*** Opening Input data ***
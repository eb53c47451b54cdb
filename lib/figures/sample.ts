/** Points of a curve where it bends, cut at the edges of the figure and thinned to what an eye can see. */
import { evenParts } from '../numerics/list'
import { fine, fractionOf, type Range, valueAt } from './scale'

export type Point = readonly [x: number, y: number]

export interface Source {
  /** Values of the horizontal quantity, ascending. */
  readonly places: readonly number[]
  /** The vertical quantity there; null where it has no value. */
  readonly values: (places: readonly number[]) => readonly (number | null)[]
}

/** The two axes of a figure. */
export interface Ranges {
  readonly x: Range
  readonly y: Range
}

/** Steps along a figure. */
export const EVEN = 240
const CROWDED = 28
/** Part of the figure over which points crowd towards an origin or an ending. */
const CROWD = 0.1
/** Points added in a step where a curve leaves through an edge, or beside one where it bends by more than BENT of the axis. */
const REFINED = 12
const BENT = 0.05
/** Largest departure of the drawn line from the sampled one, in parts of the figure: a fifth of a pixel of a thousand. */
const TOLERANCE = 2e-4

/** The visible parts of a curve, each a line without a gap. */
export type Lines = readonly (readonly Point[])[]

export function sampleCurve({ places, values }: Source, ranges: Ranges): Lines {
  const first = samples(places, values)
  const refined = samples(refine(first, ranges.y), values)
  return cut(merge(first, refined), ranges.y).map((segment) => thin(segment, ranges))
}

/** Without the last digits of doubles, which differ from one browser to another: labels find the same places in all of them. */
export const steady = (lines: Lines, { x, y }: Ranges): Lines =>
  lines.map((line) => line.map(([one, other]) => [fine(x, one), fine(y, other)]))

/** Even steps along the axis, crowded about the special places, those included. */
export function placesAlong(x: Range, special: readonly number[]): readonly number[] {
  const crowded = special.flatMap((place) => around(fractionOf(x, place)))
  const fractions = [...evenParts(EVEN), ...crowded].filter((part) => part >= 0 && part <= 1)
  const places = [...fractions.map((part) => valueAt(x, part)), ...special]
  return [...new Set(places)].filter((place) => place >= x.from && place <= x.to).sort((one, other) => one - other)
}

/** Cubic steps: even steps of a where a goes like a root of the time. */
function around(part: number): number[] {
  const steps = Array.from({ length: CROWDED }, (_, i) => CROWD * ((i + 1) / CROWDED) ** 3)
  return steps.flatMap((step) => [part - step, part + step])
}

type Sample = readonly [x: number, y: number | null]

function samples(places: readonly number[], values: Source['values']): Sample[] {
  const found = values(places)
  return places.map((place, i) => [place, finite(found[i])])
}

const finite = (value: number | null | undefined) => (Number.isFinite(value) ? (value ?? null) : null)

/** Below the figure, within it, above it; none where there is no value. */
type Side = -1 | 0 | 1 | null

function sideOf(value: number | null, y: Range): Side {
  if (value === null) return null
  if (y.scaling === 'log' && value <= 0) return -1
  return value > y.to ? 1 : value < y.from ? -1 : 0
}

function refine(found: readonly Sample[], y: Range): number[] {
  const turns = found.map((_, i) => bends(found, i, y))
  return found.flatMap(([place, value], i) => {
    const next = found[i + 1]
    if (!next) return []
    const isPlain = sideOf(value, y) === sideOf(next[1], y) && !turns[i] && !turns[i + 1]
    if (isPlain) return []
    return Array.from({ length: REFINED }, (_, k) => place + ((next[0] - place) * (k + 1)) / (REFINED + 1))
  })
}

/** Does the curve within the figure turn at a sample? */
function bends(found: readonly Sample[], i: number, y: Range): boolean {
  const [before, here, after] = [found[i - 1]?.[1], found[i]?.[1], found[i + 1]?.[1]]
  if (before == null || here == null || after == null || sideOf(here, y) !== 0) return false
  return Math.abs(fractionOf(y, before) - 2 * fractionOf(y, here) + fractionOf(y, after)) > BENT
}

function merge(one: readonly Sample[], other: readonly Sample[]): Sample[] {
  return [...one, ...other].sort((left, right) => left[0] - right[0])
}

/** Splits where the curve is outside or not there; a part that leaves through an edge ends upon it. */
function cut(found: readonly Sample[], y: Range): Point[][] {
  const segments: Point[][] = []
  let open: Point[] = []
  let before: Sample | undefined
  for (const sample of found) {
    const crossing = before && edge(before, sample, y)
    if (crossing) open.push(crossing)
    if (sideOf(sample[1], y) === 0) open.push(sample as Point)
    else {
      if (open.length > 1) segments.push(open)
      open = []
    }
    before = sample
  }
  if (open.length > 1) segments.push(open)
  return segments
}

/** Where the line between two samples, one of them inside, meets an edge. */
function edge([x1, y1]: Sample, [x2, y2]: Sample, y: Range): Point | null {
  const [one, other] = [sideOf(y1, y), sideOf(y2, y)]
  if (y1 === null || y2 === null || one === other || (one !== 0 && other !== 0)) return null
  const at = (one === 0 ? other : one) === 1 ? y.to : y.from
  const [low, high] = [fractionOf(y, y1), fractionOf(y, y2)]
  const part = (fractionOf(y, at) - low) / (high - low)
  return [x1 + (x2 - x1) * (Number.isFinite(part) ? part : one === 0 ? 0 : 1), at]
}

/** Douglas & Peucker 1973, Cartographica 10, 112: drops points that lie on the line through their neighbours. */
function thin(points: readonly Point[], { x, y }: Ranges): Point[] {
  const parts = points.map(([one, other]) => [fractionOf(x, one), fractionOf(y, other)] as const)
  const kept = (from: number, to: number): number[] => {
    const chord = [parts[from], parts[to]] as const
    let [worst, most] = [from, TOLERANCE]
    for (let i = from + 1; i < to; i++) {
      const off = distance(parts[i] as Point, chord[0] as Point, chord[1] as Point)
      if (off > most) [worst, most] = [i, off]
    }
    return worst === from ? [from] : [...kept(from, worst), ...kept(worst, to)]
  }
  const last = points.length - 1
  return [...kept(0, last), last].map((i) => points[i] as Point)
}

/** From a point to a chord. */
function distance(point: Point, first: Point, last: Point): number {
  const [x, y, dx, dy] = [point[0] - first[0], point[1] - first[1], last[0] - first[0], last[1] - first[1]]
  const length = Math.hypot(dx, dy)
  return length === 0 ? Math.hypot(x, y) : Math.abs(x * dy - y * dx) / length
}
*** Closing Input data ***
Instructions for the task → Using the data above, print exactly the lines from the line that contains "quantity, ascending. */" through the line that contains "export const EVEN = 240", with both included.

Response to this exercise →
  /** Values of the horizontal quantity, ascending. */
  readonly places: readonly number[]
  /** The vertical quantity there; null where it has no value. */
  readonly values: (places: readonly number[]) => readonly (number | null)[]
}

/** The two axes of a figure. */
export interface Ranges {
  readonly x: Range
  readonly y: Range
}

/** Steps along a figure. */
export const EVEN = 240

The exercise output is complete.